= Activity =
Search the data for the string "initWorkflowModels" and extract every line where it appears.

=== Records for the task ===

// Every model is initialised and associated here, once per Sequelize instance.
// Add a model: write its file with an init function, call it below, wire its associations.
import type { Sequelize } from 'sequelize';
import { Area, initArea } from './area';
import { User, initUser } from './user';
import { RoleAssignment, initRoleAssignment } from './role-assignment';
import { TrailEntry, initTrailEntry, type TrailChanges } from './trail-entry';
import { Session, initSession } from './session';
import { Audit, initAudit, type AuditScopeTechnique } from './audit';
import { ChecklistRun, initChecklistRun } from './checklist-run';
import { Finding, initFinding } from './finding';
import { CorrectiveAction, initCorrectiveAction } from './corrective-action';
import { Signature, initSignature } from './signature';
import { Certification, initCertification } from './certification';
import { Equipment, initEquipment } from './equipment';
import { ReferenceNotch, initReferenceNotch } from './reference-notch';
import { TechniqueEquipment, TechniquePerformer, initTechniqueLinks } from './technique-link';
import { Material, initMaterial } from './material';
import { Technique, initTechnique } from './technique';
import { TechniqueRevision, initTechniqueRevision } from './technique-revision';
import { PolicyHead, PolicySetting, initPolicySetting } from './policy-setting';
import { EvidenceFile, initEvidenceFile } from './evidence-file';
import { OutboxMessage, initOutboxMessage, type OutboxStatus } from './outbox-message';
import { CaughtMail, initCaughtMail } from './caught-mail';
import { Inspection, initInspection } from './inspection';
import { ExtentRun, initExtentRun } from './extent-run';
import { ContainmentDecision, initContainmentDecision } from './containment-decision';
import { PodDemonstration, initPodDemonstration } from './pod-demonstration';

export { Area, User, RoleAssignment, TrailEntry, Session };
export { Certification, Equipment, ReferenceNotch, TechniqueEquipment, TechniquePerformer };
export { Material, Technique, TechniqueRevision, PolicySetting, PolicyHead };
export { EvidenceFile, OutboxMessage, CaughtMail };
export type { TrailChanges, OutboxStatus };
export { Audit, ChecklistRun, Finding, CorrectiveAction, Signature };
export type { AuditScopeTechnique };
export { Inspection, ExtentRun, ContainmentDecision };
export { PodDemonstration };

let initialisedFor: Sequelize | undefined;

/** Binds every model to this instance (idempotent; a different instance rebinds them). */
export function initModels(sequelize: Sequelize): void {
  if (initialisedFor === sequelize) return;
  initialisedFor = sequelize;
  initArea(sequelize);
  initUser(sequelize);
  initRoleAssignment(sequelize);
  initTrailEntry(sequelize);
  initSession(sequelize);
  initCertification(sequelize);
  initEquipment(sequelize);
  initReferenceNotch(sequelize);
  initTechniqueLinks(sequelize);
  initMaterial(sequelize);
  initTechnique(sequelize);
  initTechniqueRevision(sequelize);
  initPolicySetting(sequelize);
  initEvidenceFile(sequelize);
  initOutboxMessage(sequelize);
  initCaughtMail(sequelize);

  User.belongsTo(Area, { as: 'area', foreignKey: 'areaId' });
  Area.hasMany(User, { as: 'members', foreignKey: 'areaId' });
  Area.belongsTo(User, { as: 'lead', foreignKey: 'leadUserId', constraints: false });
  User.hasMany(RoleAssignment, { as: 'roleAssignments', foreignKey: 'userId' });
  RoleAssignment.belongsTo(User, { as: 'user', foreignKey: 'userId' });
  Certification.belongsTo(User, { as: 'person', foreignKey: 'userId' });
  Equipment.hasMany(ReferenceNotch, { as: 'notches', foreignKey: 'equipmentId' });
  Technique.belongsTo(Area, { as: 'area', foreignKey: 'areaId' });
  Technique.hasMany(TechniqueRevision, { as: 'revisions', foreignKey: 'techniqueId' });
  Technique.hasOne(TechniqueRevision, { as: 'latestRevision', foreignKey: 'techniqueId' });
  TechniqueRevision.belongsTo(Technique, { as: 'technique', foreignKey: 'techniqueId' });
  TechniqueRevision.belongsTo(User, { as: 'approvedBy', foreignKey: 'approvedById' });
  TechniqueRevision.belongsTo(User, { as: 'createdBy', foreignKey: 'createdById' });
  TechniqueRevision.belongsTo(User, { as: 'updatedBy', foreignKey: 'updatedById' });
  PolicySetting.belongsTo(User, { as: 'updatedBy', foreignKey: 'updatedById' });
  PolicyHead.belongsTo(User, { as: 'updatedBy', foreignKey: 'updatedById' });
  EvidenceFile.belongsTo(User, { as: 'uploadedBy', foreignKey: 'uploadedById' });
  EvidenceFile.belongsTo(User, { as: 'supersededBy', foreignKey: 'supersededById' });

  initWorkflowModels();
  initImpactModels();
  initPodDemonstration(sequelize);
  PodDemonstration.belongsTo(TechniqueRevision, { as: 'revision', foreignKey: 'techniqueRevisionId' });
}

/** Audits, checklist runs, findings, corrective actions and signatures (the workflow records). */
function initWorkflowModels(): void {
  const sequelize = initialisedFor!;
  initAudit(sequelize);
  initChecklistRun(sequelize);
  initFinding(sequelize);
  initCorrectiveAction(sequelize);
  initSignature(sequelize);
  Audit.belongsTo(Area, { as: 'area', foreignKey: 'areaId' });
  Audit.belongsTo(User, { as: 'leadAuditor', foreignKey: 'leadAuditorId' });
  Audit.hasMany(Finding, { as: 'findings', foreignKey: 'auditId' });
  Audit.hasMany(ChecklistRun, { as: 'checklistRuns', foreignKey: 'auditId' });
  ChecklistRun.belongsTo(User, { as: 'runBy', foreignKey: 'runById' });
  Finding.belongsTo(Audit, { as: 'audit', foreignKey: 'auditId' });
  Finding.belongsTo(User, { as: 'author', foreignKey: 'authorId' });
  Finding.belongsTo(Area, { as: 'area', foreignKey: 'areaId' });
  Finding.hasOne(CorrectiveAction, { as: 'action', foreignKey: 'findingId' });
  CorrectiveAction.belongsTo(Finding, { as: 'finding', foreignKey: 'findingId' });
  CorrectiveAction.belongsTo(User, { as: 'owner', foreignKey: 'ownerId' });
}

/** Inspections performed with technique revisions, extent runs and containment decisions. */
function initImpactModels(): void {
  const sequelize = initialisedFor!;
  initInspection(sequelize);
  initExtentRun(sequelize);
  initContainmentDecision(sequelize);
  Inspection.belongsTo(Technique, { as: 'technique', foreignKey: 'techniqueId' });
  Inspection.belongsTo(TechniqueRevision, { as: 'techniqueRevision', foreignKey: 'techniqueRevisionId' });
  Inspection.belongsTo(User, { as: 'inspector', foreignKey: 'inspectorId' });
  Inspection.belongsTo(Equipment, { as: 'instrument', foreignKey: 'instrumentId' });
  Inspection.belongsTo(Equipment, { as: 'probe', foreignKey: 'probeId' });
  Inspection.belongsTo(Equipment, { as: 'referenceStandard', foreignKey: 'referenceStandardId' });
  ExtentRun.belongsTo(User, { as: 'runBy', foreignKey: 'runById' });
  ContainmentDecision.belongsTo(User, { as: 'decidedBy', foreignKey: 'decidedById' });
  ContainmentDecision.belongsTo(Inspection, { as: 'inspection', foreignKey: 'inspectionId' });
  Finding.belongsTo(Finding, { as: 'extentOf', foreignKey: 'extentOfId' });
  Finding.hasMany(Finding, { as: 'extentMembers', foreignKey: 'extentOfId' });
}
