import {
  DataTypes,
  Model,
  type CreationOptional,
  type InferAttributes,
  type InferCreationAttributes,
  type NonAttribute,
  type Sequelize,
} from 'sequelize';
import type { User } from './user';

/** One person's certificate in one NDT method (ISO 9712, EN 4179 or a written practice). */
export class Certification extends Model<InferAttributes<Certification>, InferCreationAttributes<Certification>> {
  declare id: CreationOptional<number>;
  declare userId: number;
  declare method: string;
  declare level: number;
  declare scheme: string;
  declare certificateNumber: string;
  /** Dates by the day: DATEONLY columns come back as "YYYY-MM-DD". */
  declare issuedOn: string;
  declare expiresOn: string;
  declare nearVisionExamOn: string | null;
  declare colourVisionCheckedOn: string | null;
  /** Comma-separated industrial sectors the certificate covers. */
  declare sectors: CreationOptional<string>;
  declare notes: string | null;
  declare active: CreationOptional<boolean>;
  declare version: CreationOptional<number>;
  declare createdAt: CreationOptional<Date>;
  declare updatedAt: CreationOptional<Date>;

  declare person?: NonAttribute<User>;
}

export function initCertification(sequelize: Sequelize) {
  Certification.init(
    {
      id: { type: DataTypes.INTEGER, autoIncrement: true, primaryKey: true },
      userId: { type: DataTypes.INTEGER, allowNull: false },
      method: { type: DataTypes.STRING(20), allowNull: false },
      level: { type: DataTypes.TINYINT, allowNull: false },
      scheme: { type: DataTypes.STRING(40), allowNull: false },
      certificateNumber: { type: DataTypes.STRING(60), allowNull: false },
      issuedOn: { type: DataTypes.DATEONLY, allowNull: false },
      expiresOn: { type: DataTypes.DATEONLY, allowNull: false },
      nearVisionExamOn: { type: DataTypes.DATEONLY, allowNull: true },
      colourVisionCheckedOn: { type: DataTypes.DATEONLY, allowNull: true },
      sectors: { type: DataTypes.STRING(200), allowNull: false, defaultValue: '' },
      notes: { type: DataTypes.TEXT, allowNull: true },
      active: { type: DataTypes.BOOLEAN, allowNull: false, defaultValue: true },
      version: { type: DataTypes.INTEGER, allowNull: false, defaultValue: 0 },
      createdAt: DataTypes.DATE(3),
      updatedAt: DataTypes.DATE(3),
    },
    { sequelize, tableName: 'certifications', modelName: 'Certification', version: true },
  );
}
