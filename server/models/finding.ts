import { DataTypes, Model, type CreationOptional, type InferAttributes, type InferCreationAttributes, type NonAttribute, type Sequelize } from 'sequelize';
import type { FindingClass, FindingState } from '../../machines';
import type { ResultValue } from '../../shared/domain/checklist';
import type { Area } from './area';
import type { Audit } from './audit';
import type { CorrectiveAction } from './corrective-action';
import type { User } from './user';

export class Finding extends Model<InferAttributes<Finding>, InferCreationAttributes<Finding>> {
  declare id: CreationOptional<number>;
  /** F-YYYY-NNNN, sequential per year without gaps. */
  declare number: string;
  declare auditId: number | null;
  declare techniqueId: number | null;
  declare techniqueCode: string | null;
  declare checklistRunId: number | null;
  declare resultIndex: number | null;
  declare title: string;
  /** The checklist rule or the clause of the criteria that is not met. */
  declare rule: string;
  declare requirement: string;
  declare objectiveEvidence: string;
  declare resultValues: Record<string, ResultValue> | null;
  declare class: FindingClass | null;
  declare classificationNote: string | null;
  declare containment: string | null;
  declare containmentDueDate: string | null;
  declare dueDate: string | null;
  declare effectivenessNote: string | null;
  declare notEffectiveReason: string | null;
  declare closureNote: string | null;
  declare withdrawReason: string | null;
  declare closedAt: Date | null;
  /** The finding whose extent-of-condition run this one was raised from. */
  declare extentOfId: CreationOptional<number | null>;
  declare proposedClass: CreationOptional<FindingClass | null>;
  /** The first day the impact worksheet lists inspections from; null: each affected revision's approval. */
  declare impactSince: CreationOptional<string | null>;
  declare authorId: number;
  declare areaId: number;
  declare state: FindingState;
  declare snapshot: unknown;
  declare machineVersion: number;
  declare version: CreationOptional<number>;
  declare createdAt: CreationOptional<Date>;
  declare updatedAt: CreationOptional<Date>;

  declare author?: NonAttribute<User>;
  declare area?: NonAttribute<Area>;
  declare audit?: NonAttribute<Audit | null>;
  declare action?: NonAttribute<CorrectiveAction | null>;
  declare extentOf?: NonAttribute<Finding | null>;
  declare extentMembers?: NonAttribute<Finding[]>;
}

export function initFinding(sequelize: Sequelize) {
  Finding.init(
    {
      id: { type: DataTypes.INTEGER, autoIncrement: true, primaryKey: true },
      number: { type: DataTypes.STRING(16), allowNull: false },
      auditId: { type: DataTypes.INTEGER, allowNull: true },
      techniqueId: { type: DataTypes.INTEGER, allowNull: true },
      techniqueCode: { type: DataTypes.STRING(64), allowNull: true },
      checklistRunId: { type: DataTypes.INTEGER, allowNull: true },
      resultIndex: { type: DataTypes.INTEGER, allowNull: true },
      title: { type: DataTypes.STRING(200), allowNull: false },
      rule: { type: DataTypes.STRING(200), allowNull: false },
      requirement: { type: DataTypes.TEXT, allowNull: false },
      objectiveEvidence: { type: DataTypes.TEXT, allowNull: false },
      resultValues: { type: DataTypes.JSON, allowNull: true },
      class: { type: DataTypes.STRING(16), allowNull: true },
      classificationNote: { type: DataTypes.TEXT, allowNull: true },
      containment: { type: DataTypes.TEXT, allowNull: true },
      containmentDueDate: { type: DataTypes.DATEONLY, allowNull: true },
      dueDate: { type: DataTypes.DATEONLY, allowNull: true },
      effectivenessNote: { type: DataTypes.TEXT, allowNull: true },
      notEffectiveReason: { type: DataTypes.TEXT, allowNull: true },
      closureNote: { type: DataTypes.TEXT, allowNull: true },
      withdrawReason: { type: DataTypes.TEXT, allowNull: true },
      closedAt: { type: DataTypes.DATE(3), allowNull: true },
      extentOfId: { type: DataTypes.INTEGER, allowNull: true },
      proposedClass: { type: DataTypes.STRING(16), allowNull: true },
      impactSince: { type: DataTypes.DATEONLY, allowNull: true },
      authorId: { type: DataTypes.INTEGER, allowNull: false },
      areaId: { type: DataTypes.INTEGER, allowNull: false },
      state: { type: DataTypes.STRING(32), allowNull: false },
      snapshot: { type: DataTypes.JSON, allowNull: false },
      machineVersion: { type: DataTypes.INTEGER, allowNull: false },
      version: { type: DataTypes.INTEGER, allowNull: false, defaultValue: 0 },
      createdAt: DataTypes.DATE(3),
      updatedAt: DataTypes.DATE(3),
    },
    { sequelize, tableName: 'findings', modelName: 'Finding', underscored: true, version: true },
  );
}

===

= Result of this task =
  initWorkflowModels();
function initWorkflowModels(): void {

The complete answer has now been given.